Le prélèvement s’effectue de préférence à la veine jugulaire ou, plus rarement et uniquement chez le chien, à la veine saphène externe ou à la veine céphalique [6, 12, b]. Les conditions d’asepsie (tonte et désinfection chirurgicale) sont respectées afin d’éviter la contamination du sang et prévenir le risque de phlébite chez le donneur. Un gel anesthésique local (xylocaïne) peut être appliqué pour améliorer le confort du donneur [8].

Les poches utilisées en France contiennent 63 ml de citrate phosphate dextrose (CPD) pour 450 ml de sang. Si cette quantité de sang n’est pas obtenue, la quantité d’anticoagulant nécessaire est recalculée, afin d’ôter l’excès qui risque de diminuer la survie érythrocytaire et de modifier le pH de la solution. Le ratio anticoagulant/sang doit être de 1/7 à 1/8 (voir le TABLEAU “Solutions anticoagulantes et conservation du sang”).

La poche est retournée doucement plusieurs fois pendant le prélèvement, afin d’homogénéiser la solution et d’éviter la formation de thrombi. Une pesée permet de connaître exactement la quantité prélevée. Le nom et l’espèce du donneur, la date et l’heure du prélèvement et le groupe sanguin (s’il est connu) sont inscrits sur la poche [3, 6].

L’héparine peut être utilisée comme anticoagulant (0,5 à 15 UI d’héparine/ml de sang, selon les auteurs), pour une utilisation rapide (quarante-huit heures maximum), car l’héparine n’a pas de propriétés de conservation du sang [6]. Elle induit en outre une agrégation plaquettaire et inhibe les facteurs de coagulation [a].

Pour les chats, en l’absence de kit de prélèvement, une aiguille de 18G ou 19G, montée sur une seringue de 60 ml, est utilisée. Un anti-coagulant est introduit auparavant : 1 ml d’ACD-A, de CPD ou de CPD-A pour 9 ml de sang, ou 5 UI d’héparine/ml de sang [10]. Le prélèvement peut ensuite être placé dans une poche en plastique, vidée de son anticoagulant.

La quantité de sang prélevé est fonction du poids du donneur.

• Chez le chien, 16 à 22 % du sang total peut être prélevé toutes les trois semaines (le volume sanguin d’un chien est de 90 ml/kg). Il convient de veiller à fournir une alimentation riche en protéines, supplémentée en fer et en vitamine B12 aux chiens chez qui de grands volumes sont prélevés [12, b].

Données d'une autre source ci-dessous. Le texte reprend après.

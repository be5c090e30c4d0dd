import { describe, expect, it } from 'vitest';
import type { CrossSection } from '../../app/lines/cross-section.ts';
import { lineOf } from '../../app/lines/line.ts';
import { ETA0_OHM } from '../../app/units/constants.ts';
import { expectClose } from '../support/expect-close.ts';

const microstrip = (u: number, epsilonR: number, extra: object = {}): CrossSection => ({
  kind: 'microstrip',
  widthM: u * 0.8e-3,
  thicknessM: 0,
  heightM: 0.8e-3,
  epsilonR,
  tanDelta: 0,
  ...extra,
});
const stripline = (widthM: number, heightBelowM: number, heightAboveM: number, thicknessM = 0): CrossSection => ({
  kind: 'stripline',
  widthM,
  thicknessM,
  heightAboveM,
  heightBelowM,
  epsilonR: 3.3,
  tanDelta: 0,
});

describe('thin microstrip against published figures', () => {
  // Hammerstad–Jensen evaluated by hand-coded formula elsewhere, rounded to 0.01 Ω and 0.001 (derived).
  it.each([
    [1, 1, 126.42, 1],
    [1, 4.3, 71.75, 3.105],
    [1, 9.8, 49.29, 6.579],
    [0.5, 4.3, 96.4, 2.99],
    [2, 4.3, 49.19, 3.275],
  ])('w/h %f, ε %f: Hammerstad–Jensen %f Ω, ε_eff %f', (u, epsilonR, z0Ohm, epsilonEff) => {
    const line = lineOf(microstrip(u, epsilonR));
    expectClose(line.z0Ohm, z0Ohm, { rel: 2e-4, because: 'figure rounded to 0.01 Ω' });
    expectClose(line.epsilonEff, epsilonEff, { rel: 3e-4, because: 'figure rounded to 0.001' });
  });

  // D. M. Pozar, Microwave Engineering, examples of section 3.8 (from memory); his formulas are good to 1 %.
  it.each([
    [3.081, 2.2, 1.87],
    [0.9654, 9.9, 6.665],
  ])('w/h %f, ε %f: 50 Ω, ε_eff %f (Pozar)', (u, epsilonR, epsilonEff) => {
    const line = lineOf(microstrip(u, epsilonR));
    expectClose(line.z0Ohm, 50, { rel: 0.01, because: 'Pozar’s closed form is stated good to 1 %' });
    expectClose(line.epsilonEff, epsilonEff, { rel: 0.01, because: 'Pozar’s closed form is stated good to 1 %' });
  });

  // Hammerstad’s synthesis (S39 of the facts; A from memory), stated good to about 1 %.
  it.each([
    [50, 4.3],
    [75, 4.3],
    [50, 2.2],
    [30, 9.8],
    [100, 3],
  ])('%f Ω on ε %f: the published synthesis gives the width', (z0Ohm, epsilonR) => {
    expectClose(lineOf(microstrip(synthesisedU(z0Ohm, epsilonR), epsilonR)).z0Ohm, z0Ohm, {
      rel: 0.012,
      because: 'synthesis formulas good to about 1 %',
    });
  });

  // IPC-2141, common practice: 87/√(ε + 1.41) · ln(5.98 h/(0.8 w + t)).
  it.each([1, 2])('w/h %f, ε 4.3: within 3 %% of the rule of IPC-2141', (u) => {
    const rule = (87 / Math.sqrt(4.3 + 1.41)) * Math.log(5.98 / (0.8 * u));
    expectClose(lineOf(microstrip(u, 4.3)).z0Ohm, rule, { rel: 0.03, because: 'rule of thumb' });
  });
});

function synthesisedU(z0Ohm: number, epsilonR: number): number {
  const a = (z0Ohm / 60) * Math.sqrt((epsilonR + 1) / 2) + ((epsilonR - 1) / (epsilonR + 1)) * (0.23 + 0.11 / epsilonR);
  const narrow = (8 * Math.exp(a)) / (Math.exp(2 * a) - 2);
  if (narrow < 2) return narrow;
  const b = (60 * Math.PI ** 2) / (z0Ohm * Math.sqrt(epsilonR));
  const tail = ((epsilonR - 1) / (2 * epsilonR)) * (Math.log(b - 1) + 0.39 - 0.61 / epsilonR);
  return (2 / Math.PI) * (b - 1 - Math.log(2 * b - 1) + tail);
}

describe('thin centred stripline against the exact solution', () => {
  // Cohn by elliptic integrals, rounded to 0.01 Ω (derived; with 30π for η0/4, which is 0.07 % more).
  it.each([
    [0.25, 140.01],
    [0.5, 100.5],
    [1, 65.4],
    [1.5, 48.55],
  ])('w/b %f: %f Ω in air', (part, z0Ohm) => {
    const section = { ...stripline(part * 1.2e-3, 0.6e-3, 0.6e-3), epsilonR: 1 };
    expectClose(lineOf(section).z0Ohm, (z0Ohm * ETA0_OHM) / (120 * Math.PI), {
      rel: 2e-4,
      because: 'figure rounded to 0.01 Ω',
    });
  });

  it('ε 2.20, b 3.2 mm, w 2.66 mm: 50 Ω (Pozar, example of section 3.7, from memory)', () => {
    const section = { ...stripline(2.66e-3, 1.6e-3, 1.6e-3), epsilonR: 2.2 };
    expectClose(lineOf(section).z0Ohm, 50, { rel: 0.01, because: 'Pozar’s closed form is stated good to 1 %' });
  });

  it('a strip as wide as you like: 1/Z = √ε (w + 2b ln2·2/π)/(η0 b/4), and no underflow at w = 1000 b', () => {
    for (const part of [3, 30, 1000]) {
      const expected = ETA0_OHM / 4 / (Math.sqrt(3.3) * (part + (2 * Math.LN2) / Math.PI));
      expectClose(lineOf(stripline(part * 1e-3, 0.5e-3, 0.5e-3)).z0Ohm, expected, {
        rel: 1e-4,
        because: 'fringing 2 ln2/π of a half-infinite strip (Cohn 1954); the edges no longer see each other',
      });
    }
  });
});

describe('laws', () => {
  it('ε_r = 1 gives ε_eff = 1, whatever the thickness and the cover in air', () => {
    for (const extra of [{}, { thicknessM: 1e-4 }, { cover: { thicknessM: 1e-3, epsilonR: 1, tanDelta: 0 } }]) {
      expectClose(lineOf(microstrip(0.7, 1, extra)).epsilonEff, 1, { rel: 1e-12, because: 'uniform dielectric' });
    }
  });

  it('a very wide microstrip is a parallel-plate line', () => {
    for (const [u, rel] of [
      [50, 0.06],
      [100, 0.04],
      [400, 0.015],
    ] as const) {
      const line = lineOf(microstrip(u, 4.3));
      expectClose(line.z0Ohm, ETA0_OHM / (Math.sqrt(4.3) * u), { rel, because: 'fringing falls like ln u/u' });
    }
  });

  it('scaling every dimension changes nothing but losses', () => {
    const section = microstrip(1.3, 4.1, {
      thicknessM: 35e-6,
      cover: { thicknessM: 25e-6, epsilonR: 3.4, tanDelta: 0 },
    });
    if (section.kind !== 'microstrip') throw new Error('microstrip expected');
    const times = 7.3;
    const scaled: CrossSection = {
      ...section,
      widthM: section.widthM * times,
      thicknessM: section.thicknessM * times,
      heightM: section.heightM * times,
      cover: { ...section.cover!, thicknessM: section.cover!.thicknessM * times },
    };
    expectClose(lineOf(scaled).z0Ohm, lineOf(section).z0Ohm, { rel: 1e-10, because: 'electrostatics has no scale' });
  });

  it('a cover of no thickness is a surface microstrip; thickness of the cover raises ε_eff steadily to ε_r', () => {
    const cover = (thicknessM: number) => ({ thicknessM: 35e-6, cover: { thicknessM, epsilonR: 4.3, tanDelta: 0 } });
    const at = (thicknessM: number) => lineOf(microstrip(0.9, 4.3, cover(thicknessM)));
    expect(at(0).epsilonEff).toBe(lineOf(microstrip(0.9, 4.3, { thicknessM: 35e-6 })).epsilonEff);
    expectClose(at(1e-9).epsilonEff, at(0).epsilonEff, { rel: 1e-4, because: 'continuous at no cover' });
    const rising = [0, 1e-5, 1e-4, 4e-4, 1e-3, 5e-3, 0.1].map((thicknessM) => at(thicknessM).epsilonEff);
    for (let i = 1; i < rising.length; i++) expect(rising[i]).toBeGreaterThan(rising[i - 1]!);
    expectClose(rising.at(-1)!, 4.3, { rel: 3e-3, because: 'Hammerstad–Jensen ε_eff is good to 0.2 %' });
    expectClose(at(0.1).z0Ohm, lineOf(microstrip(0.9, 1, { thicknessM: 35e-6 })).z0Ohm / Math.sqrt(4.3), {
      rel: 3e-3,
      because: 'uniform dielectric: Z_air/√ε',
    });
  });

  it('a stripline is the same upside down, and thickness 0 is the limit of thin copper', () => {
    const [one, other] = [stripline(2e-4, 1e-4, 3e-4, 3e-5), stripline(2e-4, 3e-4, 1e-4, 3e-5)];
    expectClose(lineOf(one).z0Ohm, lineOf(other).z0Ohm, { rel: 1e-12, because: 'mirror image' });
    expectClose(lineOf(stripline(2e-4, 1e-4, 3e-4, 1e-12)).z0Ohm, lineOf(stripline(2e-4, 1e-4, 3e-4)).z0Ohm, {
      rel: 1e-5,
      because: 't ln(1/t) → 0',
    });
    expectClose(lineOf(microstrip(1, 4.3, { thicknessM: 1e-12 })).z0Ohm, lineOf(microstrip(1, 4.3)).z0Ohm, {
      rel: 1e-5,
      because: 't ln(1/t) → 0',
    });
  });

  it('an off-centre stripline joins the centred one continuously and tends to a microstrip in a uniform dielectric', () => {
    const centred = lineOf(stripline(3e-4, 2e-4, 2e-4, 3e-5)).z0Ohm;
    expectClose(lineOf(stripline(3e-4, 2e-4, 2.00001e-4, 3e-5)).z0Ohm, centred, { rel: 1e-4, because: 'continuous' });
    const far = lineOf(stripline(2e-4, 2e-4, 2e-2)).z0Ohm;
    const open = lineOf(microstrip(1, 1)).z0Ohm / Math.sqrt(3.3);
    expectClose(far, open, { rel: 0.012, because: 'the formula is stated good to 1.2 %; the far plane takes 0.1 %' });
  });

  it('coplanar strips: two narrow strips far apart in air are two wires of a quarter of their width', () => {
    const [widthM, centreDistanceM] = [1e-4, 2e-2];
    const section = { kind: 'coplanar-strips', widthM, thicknessM: 0, centreDistanceM, substrateM: 0 } as const;
    // Two wires, Z = (η0/π) ln(D/a) for a ≪ D (textbook); a strip acts like a wire of radius w/4.
    expectClose(lineOf({ ...section, epsilonR: 4.3, tanDelta: 0 }).z0Ohm, (ETA0_OHM / Math.PI) * Math.log(800), {
      rel: 1e-4,
      because: '(w/D)² corrections',
    });
  });

  it('coplanar strips on a slab: thick substrate ε_eff → (ε + 1)/2, thin → 1', () => {
    const on = (substrateM: number) =>
      lineOf({
        kind: 'coplanar-strips',
        widthM: 2e-4,
        thicknessM: 0,
        centreDistanceM: 6e-4,
        substrateM,
        epsilonR: 4.3,
        tanDelta: 0,
      });
    expectClose(on(0.1).epsilonEff, 2.65, { rel: 1e-3, because: 'half of the field in either half-space' });
    expectClose(on(1e-9).epsilonEff, 1, { rel: 1e-4, because: 'nothing of the field in the slab' });
  });
});
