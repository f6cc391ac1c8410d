//! The text form of the analysed form. Printing then parsing is the identity.

use std::fmt;

use super::atom::{Atom, Threshold};
use super::formula::{Formula, Node};
use super::token::is_plain_name;
use super::window::{Bound, Window};

/// Writes a name, in double quotes where it needs them.
pub(super) fn write_name(f: &mut fmt::Formatter<'_>, name: &str) -> fmt::Result {
    if is_plain_name(name) {
        write!(f, "{name}")
    } else {
        write!(f, "\"{name}\"")
    }
}

/// How tightly the place where a formula is printed binds; a formula that
/// binds less tightly is put in parentheses.
#[derive(Debug, Clone, Copy, PartialEq, Eq, PartialOrd, Ord)]
enum Binding {
    Implies,
    Or,
    And,
    Until,
    Unary,
}

struct Printer {
    next_slot: usize,
}

impl fmt::Display for Formula {
    fn fmt(&self, f: &mut fmt::Formatter<'_>) -> fmt::Result {
        Printer { next_slot: 1 }.formula(f, self, Binding::Implies)
    }
}

impl Printer {
    fn formula(
        &mut self,
        f: &mut fmt::Formatter<'_>,
        formula: &Formula,
        place: Binding,
    ) -> fmt::Result {
        let parentheses = binding(formula) < place || is_bare_comparison(formula, place);
        if parentheses {
            write!(f, "(")?;
        }
        self.bare(f, formula)?;
        if parentheses {
            write!(f, ")")?;
        }
        Ok(())
    }

    fn bare(&mut self, f: &mut fmt::Formatter<'_>, formula: &Formula) -> fmt::Result {
        if let Some((cause, effect)) = implication(formula) {
            write!(f, "{cause} implies ")?;
            return self.formula(f, effect, Binding::Implies);
        }
        match formula.node() {
            Node::Atom(atom) => self.atom(f, atom),
            Node::And(operands) => self.joined(f, operands, " and ", Binding::Until),
            Node::Or(operands) => self.joined(f, operands, " or ", Binding::And),
            Node::Throughout(window, operand) => {
                write!(f, "throughout ")?;
                self.window(f, window)?;
                write!(f, " ")?;
                self.operand(f, operand)
            }
            Node::Sometime(window, operand) => {
                write!(f, "sometime ")?;
                self.window(f, window)?;
                write!(f, " ")?;
                self.operand(f, operand)
            }
            Node::Until(window, left, right) => {
                self.formula(f, left, Binding::Unary)?;
                write!(f, " until ")?;
                self.window(f, window)?;
                write!(f, " ")?;
                self.formula(f, right, Binding::Unary)
            }
        }
    }

    /// The operand of a temporal operator: another temporal operator gets
    /// parentheses too, because they help a person read.
    fn operand(&mut self, f: &mut fmt::Formatter<'_>, operand: &Formula) -> fmt::Result {
        if matches!(operand.node(), Node::Throughout(..) | Node::Sometime(..)) {
            write!(f, "(")?;
            self.bare(f, operand)?;
            return write!(f, ")");
        }
        self.formula(f, operand, Binding::Unary)
    }

    fn joined(
        &mut self,
        f: &mut fmt::Formatter<'_>,
        operands: &[Formula],
        word: &str,
        place: Binding,
    ) -> fmt::Result {
        for (position, operand) in operands.iter().enumerate() {
            if position > 0 {
                write!(f, "{word}")?;
            }
            self.formula(f, operand, place)?;
        }
        Ok(())
    }

    fn atom(&mut self, f: &mut fmt::Formatter<'_>, atom: &Atom) -> fmt::Result {
        match atom {
            Atom::Flag { signal, negated } => {
                write!(f, "{}{signal}", if *negated { "not " } else { "" })
            }
            Atom::Compare {
                signal,
                comparison,
                threshold,
            } => {
                write!(f, "{signal} {} ", comparison.sign())?;
                match threshold {
                    Threshold::Number(value, None) => write!(f, "{value}"),
                    Threshold::Number(value, Some(unit)) => write!(f, "{value} {unit}"),
                    Threshold::Slot => self.slot(f),
                }
            }
        }
    }

    fn window(&mut self, f: &mut fmt::Formatter<'_>, window: &Window) -> fmt::Result {
        write!(f, "[")?;
        self.bound(f, window.lower())?;
        write!(f, ", ")?;
        self.bound(f, window.upper())?;
        write!(f, "]")
    }

    fn bound(&mut self, f: &mut fmt::Formatter<'_>, bound: Bound) -> fmt::Result {
        match bound {
            Bound::After(duration) => write!(f, "{duration}"),
            Bound::Slot => self.slot(f),
            Bound::End => write!(f, "end"),
        }
    }

    fn slot(&mut self, f: &mut fmt::Formatter<'_>) -> fmt::Result {
        write!(f, "?{}", self.next_slot)?;
        self.next_slot += 1;
        Ok(())
    }
}

fn binding(formula: &Formula) -> Binding {
    if implication(formula).is_some() {
        return Binding::Implies;
    }
    match formula.node() {
        Node::Or(_) => Binding::Or,
        Node::And(_) => Binding::And,
        Node::Until(..) => Binding::Until,
        Node::Atom(_) | Node::Throughout(..) | Node::Sometime(..) => Binding::Unary,
    }
}

/// A comparison directly under a temporal operator is put in parentheses: they
/// are not needed, but the eye wants them.
fn is_bare_comparison(formula: &Formula, place: Binding) -> bool {
    place == Binding::Unary && matches!(formula.node(), Node::Atom(Atom::Compare { .. }))
}

/// An `or` of two whose first operand is a negated flag reads better as an
/// implication: the flag that causes, and the effect.
pub(super) fn implication(formula: &Formula) -> Option<(&super::Signal, &Formula)> {
    let Node::Or(operands) = formula.node() else {
        return None;
    };
    let [first, effect] = operands.as_slice() else {
        return None;
    };
    match (first.node(), effect.node()) {
        (_, Node::Atom(Atom::Flag { negated: true, .. })) => None,
        (
            Node::Atom(Atom::Flag {
                signal,
                negated: true,
            }),
            _,
        ) => Some((signal, effect)),
        _ => None,
    }
}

• Chez le chat, dont le volume sanguin est de 66 ml/kg, 10 à 20 ml/kg peuvent être prélevés toutes les trois semaines, soit 50 à 100 ml pour un chat de 5 à 6 kg [b].

Le donneur est surveillé pendant les quatre heures qui suivent le prélèvement, afin de détecter des signes d’hypovolémie (tachycardie, extrémités froides, faiblesse, etc.) [b]. Pour prévenir ce risque et un choc éventuel, il est conseillé, pour un prélèvement supérieur à 10 % du volume sanguin, de perfuser le donneur dès le début du prélèvement et pendant quarante-cinq à soixante minutes, avec une solution cristalloïde (NaCl 0,9 % ou lactate de Ringer). Le volume administré est de deux à trois fois le volume prélevé [8].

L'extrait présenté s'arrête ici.